Software, technology, sysadmin war stories, and more. Feed
Wednesday, September 22, 2021

A different take on the NUMA OOM killer story

I was digging through some notes on old outages tonight and found something potentially useful for other people. It's something I have mentioned before, but it seems like maybe that post didn't have enough specifics to make it really "land" when someone else does a web search.

So, in the hopes of spreading some knowledge, here is a little story about a crashy service.

On a Wednesday night not so long ago, someone opened a SEV (that is, a notification of something going wrong) and said the individual tasks for their service were "crash looping". These things ran in an environment where they were supervised by the job runner, so if they died, they'd be restarted, but you never wanted to keep it in this kind of state.
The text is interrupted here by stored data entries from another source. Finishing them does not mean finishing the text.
package present

import (
	"fmt"
	"math"
	"strconv"
	"strings"
	"time"

	"pasval/fouling"
	"pasval/internal/assess"
	"pasval/internal/oneline"
	"pasval/internal/units"
)

// The heating section over recorded runs in words (docs/METHOD.md §17),
// shared by the terminal and the record: U and its fits, the fouling and
// the cleaning forecast.

// Sci prints a small number as "2.21×10⁻⁵" (three significant digits, a
// true minus sign).
func Sci(v float64) string {
	switch {
	case math.IsNaN(v) || math.IsInf(v, 0):
		return "—"
	case v == 0:
		return "0"
	}
	m, e := strconv.FormatFloat(v, 'e', 2, 64), ""
	m, e, _ = strings.Cut(m, "e")
	exp, err := strconv.Atoi(e)
	if err != nil {
		return m
	}
	m = strings.Replace(m, "-", "−", 1)
	if exp == 0 {
		return m
	}
	return m + "×10" + Superscript(exp)
}

// Superscript writes an integer in superscript digits: −5 → ⁻⁵.
func Superscript(n int) string {
	digits := []rune("⁰¹²³⁴⁵⁶⁷⁸⁹")
	var b strings.Builder
	if n < 0 {
		b.WriteRune('⁻')
		n = -n
	}
	for _, c := range strconv.Itoa(n) {
		b.WriteRune(digits[c-'0'])
	}
	return b.String()
}

// fouling prints a fouling resistance in display units.
func (d Display) fouling(v float64) string {
	return Sci(units.FromSI(v, units.FoulingResistance, d.Unit(units.FoulingResistance))) + " " + d.Unit(units.FoulingResistance)
}

// foulingNum is a fouling resistance in display units without its unit.
func (d Display) foulingNum(v float64) string {
	return Sci(units.FromSI(v, units.FoulingResistance, d.Unit(units.FoulingResistance)))
}

// u prints a heat-transfer coefficient without decimals, without its unit.
func (d Display) u(v float64) string {
	if math.IsNaN(v) {
		return "—"
	}
	return d.Num(v, units.HeatTransferCoefficient, 0)
}

// heatingClock prints a time of the heating section: HH:MM in the
// review's zone (with the date when it is not the day of the review's last
// sample), rounded down to the minute; seconds from a start as such.
func heatingClock(r *assess.RunReview, s float64) string {
	t, ok := r.Time(s)
	if !ok {
		return Seconds(math.Floor(s))
	}
	t = t.Truncate(time.Minute)
	if last, ok := r.Time(r.Summary.End); ok && last.Format("2006-01-02") != t.Format("2006-01-02") {
		return t.Format("2006-01-02 15:04")
	}
	return t.Format("15:04")
}

// startClock prints the time origin of the fits: the time of day to the
// second (runEnd's form), or seconds from a start.
func startClock(r *assess.RunReview, s float64) string {
	if t, ok := r.Time(s); ok {
		return t.Format("15:04:05")
	}
	return Seconds(s)
}

// spanH prints an uncertainty: minutes below 1.5 h, else hours.
func spanH(s float64) string {
	switch {
	case math.IsNaN(s):
		return "unknown"
	case s < 5400:
		return fmt.Sprintf("%.0f min", math.Ceil(s/60))
	}
	return fmt.Sprintf("%.1f h", s/3600)
}

// skipWords name the reasons a window gives no U.
func skipWords(s fouling.Skip) string {
	switch s {
	case fouling.SkipDiverted:
		return "with a diverted sample"
	case fouling.SkipUnsteady:
		return fmt.Sprintf("with unsteady flow (range over %.0f %% of the mean)", fouling.UnsteadyFraction*100)
	case fouling.SkipNoReading:
		return "without a heating reading"
	case fouling.SkipCross:
		return "whose temperatures cross"
	case fouling.SkipPack:
		return "where the plate pack could not be rated"
	}
	panic(fmt.Sprintf("%sno words for skip %d", panicPrefix, int(s)))
}

// fitFormula is a fit in display units: "2.15×10⁻⁵ + 2.21×10⁻⁵·t".
func (d Display) fitFormula(f fouling.Fit) string {
	switch f.Kind {
	case fouling.Linear:
		return fmt.Sprintf("%s + %s·t %s", d.foulingNum(f.A), d.foulingNum(f.B), d.Unit(units.FoulingResistance))
	case fouling.Asymptotic:
		return fmt.Sprintf("%s + %s·(1 − e^(−t/%.2f h)) %s", d.foulingNum(f.A), d.foulingNum(f.RInf), f.Tau, d.Unit(units.FoulingResistance))
	}
	panic(fmt.Sprintf("%sno formula for fit kind %q", panicPrefix, f.Kind))
}

// fitNote says how a fit stands: chosen, not determined, or not chosen.
func fitNote(res *fouling.Result, k fouling.FitKind) string {
	f := res.Fits[k]
	switch {
	case !f.Determined:
		return "τ at the end of the range searched: not determined, not used"
	case res.Chosen == k:
		if other, ok := res.Fits[otherFit(k)]; ok && other.Determined {
			return "chosen, the lower AIC"
		}
		return "chosen"
	}
	return "not chosen: the higher AIC"
}

func otherFit(k fouling.FitKind) fouling.FitKind {
	if k == fouling.Linear {
		return fouling.Asymptotic
	}
	return fouling.Linear
}

// HeatingFacts is the heating section of the latest run as labelled values:
// windows, U, U_clean, the fits and the fouling rate.
func HeatingFacts(r *assess.RunReview, d Display) [][2]string {
	h := r.Heating
	run := h.Latest()
	res := run.Result
	var kv [][2]string
	add := func(k, v string) { kv = append(kv, [2]string{k, v}) }
	if len(h.Runs) > 1 {
		add("run", oneline.Escape(run.Path)+" (the latest)")
	}
	win := fmt.Sprintf("%d of %s: %d used", res.Windows, Seconds(h.Width), len(res.Points))
	var skipped []string
	for _, s := range fouling.Skips {
		if n := res.Skipped[s]; n > 0 {
			skipped = append(skipped, fmt.Sprintf("%d %s", n, skipWords(s)))
		}
	}
	if len(skipped) > 0 {
		win += "; skipped " + strings.Join(skipped, ", ")
	}
	add("windows", win)
	uu := d.Unit(units.HeatTransferCoefficient)
	if len(res.Points) == 0 {
		add("U", "no window gives one")
		return kv
	}
	add("U", fmt.Sprintf("p05 %s, p50 %s, p95 %s %s; mean over the first hour %s, over the last %s", d.u(res.Percentile(0.05)),
		d.u(res.Percentile(0.5)), d.u(res.Percentile(0.95)), uu, d.u(res.FirstHour()), d.u(res.LastHour())))
	switch {
	case res.CleanFromPack:
		add("U clean", fmt.Sprintf("%s %s: the plate pack's, at each window's temperatures and flows (median)", d.u(res.CleanU()), uu))
	case !math.IsNaN(res.UClean):
		add("U clean", fmt.Sprintf("%s %s: the fitted U at the run's start (no plate pack)", d.u(res.UClean), uu))
	}
	if h.EnteredU > 0 {
		add("U entered", fmt.Sprintf("%s %s (u_value with its fouling): the design figure, not used here", d.u(h.EnteredU), uu))
	}
	add("fouling R_f", "1/U − 1/U clean against t, h from "+startClock(r, res.Points[0].Time)+" (the first window used)")
	for _, k := range fouling.FitKinds {
		f, ok := res.Fits[k]
		if !ok {
			add("  "+string(k), fmt.Sprintf("not fitted: %d windows, it takes %d", len(res.Points), fouling.MinPoints[k]))
			continue
		}
		add("  "+string(k), fmt.Sprintf("%s (rms residual %s, AIC %s): %s", d.fitFormula(f), d.foulingNum(f.RMS()), aic(f.AIC), fitNote(res, k)))
	}
	if f, ok := res.Fits[fouling.Linear]; ok {
		add("fouling rate", fmt.Sprintf("%s per h (the linear fit's slope)", d.fouling(f.B)))
	}
	return kv
}

// heatingLimitWords say what a limit of the heating section is.
func heatingLimitWords(h *assess.HeatingReview, fc fouling.Forecast, d Display) string {
	switch fc.Limit {
	case fouling.LimitMediumInlet:
		return fmt.Sprintf("the %s available", d.With(fc.Inlet, units.Temperature, 2))
	case fouling.LimitMediumToProduct:
		return fmt.Sprintf("%s, the burn-on limit of %s above the product outlet", d.With(fc.Inlet, units.Temperature, 2),
			d.With(h.Section.MaxMediumToProduct, units.TemperatureDifference, 2))
	}
	panic(fmt.Sprintf("%sno words for limit %q", panicPrefix, fc.Limit))
}

// aic prints an AIC with a true minus sign; −∞ for a fit without residuals.
func aic(v float64) string {
	if math.IsInf(v, -1) {
		return "−∞"
	}
	return strings.Replace(strconv.FormatFloat(v, 'f', 1, 64), "-", "−", 1)
}

// limitLabel names a limit in a list.
func limitLabel(k fouling.LimitKind) string {
	switch k {
	case fouling.LimitMediumInlet:
		return "medium inlet"
	case fouling.LimitMediumToProduct:
		return "burn-on limit"
	}
	panic(fmt.Sprintf("%sno label for limit %q", panicPrefix, k))
}

// HeatingForecast is the forecast of each limit as labelled values.
func HeatingForecast(r *assess.RunReview, d Display) [][2]string {
	h := r.Heating
	res := h.Latest().Result
	var kv [][2]string
	if len(res.Forecasts) == 0 {
		return kv
	}
	sec := h.Section
	kv = append(kv, [2]string{"heating", fmt.Sprintf("at the normal rate %s, from %s to %s (the outlet the plant model requires)",
		d.With(sec.ProductMassFlow/r.Model.ProductDensity, units.VolumeFlow, d.flowPrec()), d.With(sec.ProductIn, units.Temperature, 2),
		d.With(sec.ProductOut, units.Temperature, 2))})
	for _, fc := range res.Forecasts {
		v := ""
		switch fc.State {
		case fouling.Failed:
			v = "not forecast: " + fc.Err.Error()
		default:
			v = fmt.Sprintf("%s required now of %s", requiredWords(fc, d), heatingLimitWords(h, fc, d))
			switch fc.State {
			case fouling.Reached:
				v += ": already reached"
			case fouling.NotReached:
				v += fmt.Sprintf(": the fit never reaches the %s it takes", d.fouling(fc.Fouling))
			case fouling.Ahead:
				v += fmt.Sprintf("; reached at %s ± %s (1 σ), at R_f %s", heatingClock(r, fc.Time), spanH(fc.Sigma), d.fouling(fc.Fouling))
			}
		}
		kv = append(kv, [2]string{limitLabel(fc.Limit), v})
	}
	return kv
}

func requiredWords(fc fouling.Forecast, d Display) string {
	if math.IsInf(fc.RequiredNow, 1) {
		return "no medium temperature"
	}
	return d.With(fc.RequiredNow, units.Temperature, 2)
}

// CleanBefore is the forecast in one sentence: "clean before 13:34 (in 5.6
// h after the last sample): …", "clean now: …", or why there is none.
func CleanBefore(r *assess.RunReview, d Display) string {
	h := r.Heating
	res := h.Latest().Result
	f, ok := res.Fit()
	if !ok {
		return "no cleaning forecast: too few windows give U to fit the fouling (" + strconv.Itoa(len(res.Points)) + ")."
	}
	t, fc, ok := h.CleanBefore()
	if !ok {
		var why []string
		for _, fc := range res.Forecasts {
			switch fc.State {
			case fouling.NotReached:
				why = append(why, fmt.Sprintf("the %s fit never reaches the fouling at which the medium inlet required reaches %s", f.Kind, heatingLimitWords(h, fc, d)))
			case fouling.Failed:
				why = append(why, fmt.Sprintf("%s: %v", limitLabel(fc.Limit), fc.Err))
			}
		}
		return "no cleaning forecast: " + strings.Join(why, "; ") + "."
	}
	if fc.State == fouling.Reached {
		return fmt.Sprintf("clean now: at the last window the heating section at the normal rate already needs %s, beyond %s.",
			requiredWords(fc, d), heatingLimitWords(h, fc, d))
	}
	after := (t - res.Last) / 3600
	when := fmt.Sprintf("in %.1f h after the last sample", after)
	if after < 0 {
		when = fmt.Sprintf("%.1f h before the last sample", -after)
	}
	s := fmt.Sprintf("clean before %s (%s): the %s fit of R_f (%s) reaches %s at %s ± %s (1 σ, delta method), where the heating "+
		"section at the normal rate needs its medium at %s", heatingClock(r, t), when, f.Kind, choiceWords(res), d.fouling(fc.Fouling),
		heatingClock(r, fc.Time), spanH(fc.Sigma), heatingLimitWords(h, fc, d))
	if math.IsNaN(fc.Sigma) {
		return s + "; the fit gives no uncertainty."
	}
	return s + "; the time to clean is 1.645 σ before it (one-sided 95 %)."
}

// choiceWords say why the fit was chosen.
func choiceWords(res *fouling.Result) string {
	other, ok := res.Fits[otherFit(res.Chosen)]
	switch {
	case ok && other.Determined:
		return "chosen by AIC"
	case ok:
		return "the asymptotic fit is not determined"
	}
	return "the only fit"
}

// ForecastBasis is the forecast's basis in words, in SI, for JSON: the fit
// and why it was chosen, where U_clean comes from, the rating, and the
// limit that sets the time to clean.
func ForecastBasis(r *assess.RunReview) string {
	d := Display{Sys: units.SI}
	h := r.Heating
	res := h.Latest().Result
	f, ok := res.Fit()
	if !ok {
		return CleanBefore(r, d)
	}
	clean := "the fitted U at the run's start (no plate pack)"
	if res.CleanFromPack {
		clean = "the plate pack's at each window's temperatures and flows"
	}
	sec := h.Section
	s := fmt.Sprintf("%s fit of R_f = 1/U − 1/U_clean over %d windows of %s (%s); U_clean %s; the heating section rated at the "+
		"normal rate with U_service = 1/(1/U_clean + R_f(t)) to bring the product from %s to %s", f.Kind, len(res.Points), Seconds(h.Width),
		choiceWords(res), clean, d.With(sec.ProductIn, units.Temperature, 2), d.With(sec.ProductOut, units.Temperature, 2))
	_, fc, ok := h.CleanBefore()
	switch {
	case !ok:
		return s + "; " + CleanBefore(r, d)
	case fc.State == fouling.Reached:
		return s + fmt.Sprintf("; at the last window it already needs %s, beyond %s", requiredWords(fc, d), heatingLimitWords(h, fc, d))
	}
	return s + fmt.Sprintf("; the medium inlet required reaches %s at R_f = %s; the time to clean is the time the fit reaches it "+
		"less 1.645 σ (delta method, one-sided 95 %%)", heatingLimitWords(h, fc, d), d.fouling(fc.Fouling))
}

// HeatingRuns is U at the start and end of each run in date order: did
// cleaning restore it?
func HeatingRuns(r *assess.RunReview, d Display) Grid {
	h := r.Heating
	uu := d.Unit(units.HeatTransferCoefficient)
	ref := ">U start / first run's"
	if h.Pack {
		ref = ">U start / U clean"
	}
	g := grid(">#", "file", "start", ">U start "+uu, ">U end "+uu, ">fouling rate "+d.Unit(units.FoulingResistance)+" per h", ref)
	first := math.NaN()
	for i, hr := range h.Runs {
		res := hr.Result
		base := first
		if h.Pack {
			base = res.CleanU()
		}
		if i == 0 {
			first = res.StartU()
			if !h.Pack {
				base = first
			}
		}
		rate := "—"
		if f, ok := res.Fits[fouling.Linear]; ok {
			rate = d.foulingNum(f.B)
		}
		share := "—"
		if s := res.StartU() / base; !math.IsNaN(s) && !math.IsInf(s, 0) {
			share = fmt.Sprintf("%.0f %%", s*100)
		}
		g.add(strconv.Itoa(i+1), oneline.Escape(hr.Path), RunTime(r, res.First), d.u(res.StartU()), d.u(res.EndU()), rate, share)
	}
	return g
}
This got the attention of at least one engineer who happened to be hanging around on the company chat channel where production stuff was discussed because a bot announced the SEV's creation. The SEV-creating engineer was also in that channel as best practices dictated, and a conversation started. They started debugging things together.

It looked like this had started when some update had rolled out. That is, prior to the update, their service was fine. After they changed something, it started crashing. Things were so unstable that some of the tasks never "became healthy" - they would go from "starting up" to "dead" and back again - they never managed to reach a steady "ready/online/good/healthy" state. This meant they weren't serving requests, and the service was tanking.

The job supervisory service was noticing this, and it logged the fact that the binaries were exiting due to signal 9, that is, SIGKILL. Given that the job supervisor it wasn't sending it, the process wasn't sending it to itself, and nobody else was on these boxes poking at things, what else could it be?

It was the kernel. Specifically, it was the OOM (out of memory) killer.

date time host kernel: [nnn.nnn] Killed process nnn (name) ...

This line in the syslog explained that it was getting smacked down for using too much memory. However, the odd thing is that the amount of actual physical memory in use... the resident set size... (RSS) was merely 6 GB. This was on a 16 GB machine. It should not be dying there, particularly since the machine was supposed to be dedicated to this work. Nothing else had "reserved" the rest of it.

The question then became: if it's a 16 GB box, why does it die at 6?

One of the engineers noticed the job was using "numactl" to start things up. This is one of those tools which people sometimes use to do special high-performance gunk on their machines. Non-uniform memory access is something you get on larger systems where not all of the CPUs have access to all of the memory equally well - hence, the "non-uniform" part of the name.

Because of an outage a few years before, there was a nugget of "tribal knowledge" floating around: if you are doing funny stuff with NUMA and request an allocation from just a particular node, you can totally "OOM the node". That is, the system will have plenty of memory, but that particular node (grouping of CPU + memory that's close by) might not! If you get into that situation, Linux will happily OOM-kill you.

They dug around in their config, and sure enough, they had numactl specified with "membind". The man page for that tool hints at what can happen but doesn't quite convey the potential danger in my opinion:

--membind=nodes, -m nodes
Only allocate memory from nodes. Allocation will fail when there is not enough memory available on these nodes. nodes may be specified as noted above.

It's not just that it'll fail - you'll probably *be killed* if you happen to be the biggest thing on there. If not, you might live, but you'll cause something far bigger (and probably much more important) to die, all because of your piddling memory request!

The engineers pulled that out of the config, pushed again, and things went back to normal. It's not clear if they later came back and did "interleave" or otherwise twiddled things to get a clean "fit" into each of the available nodes on their systems.

If you ever switched on membind with numactl and started a mass slaughter of processes on your Linux boxes, this might be why. I hope this helps someone.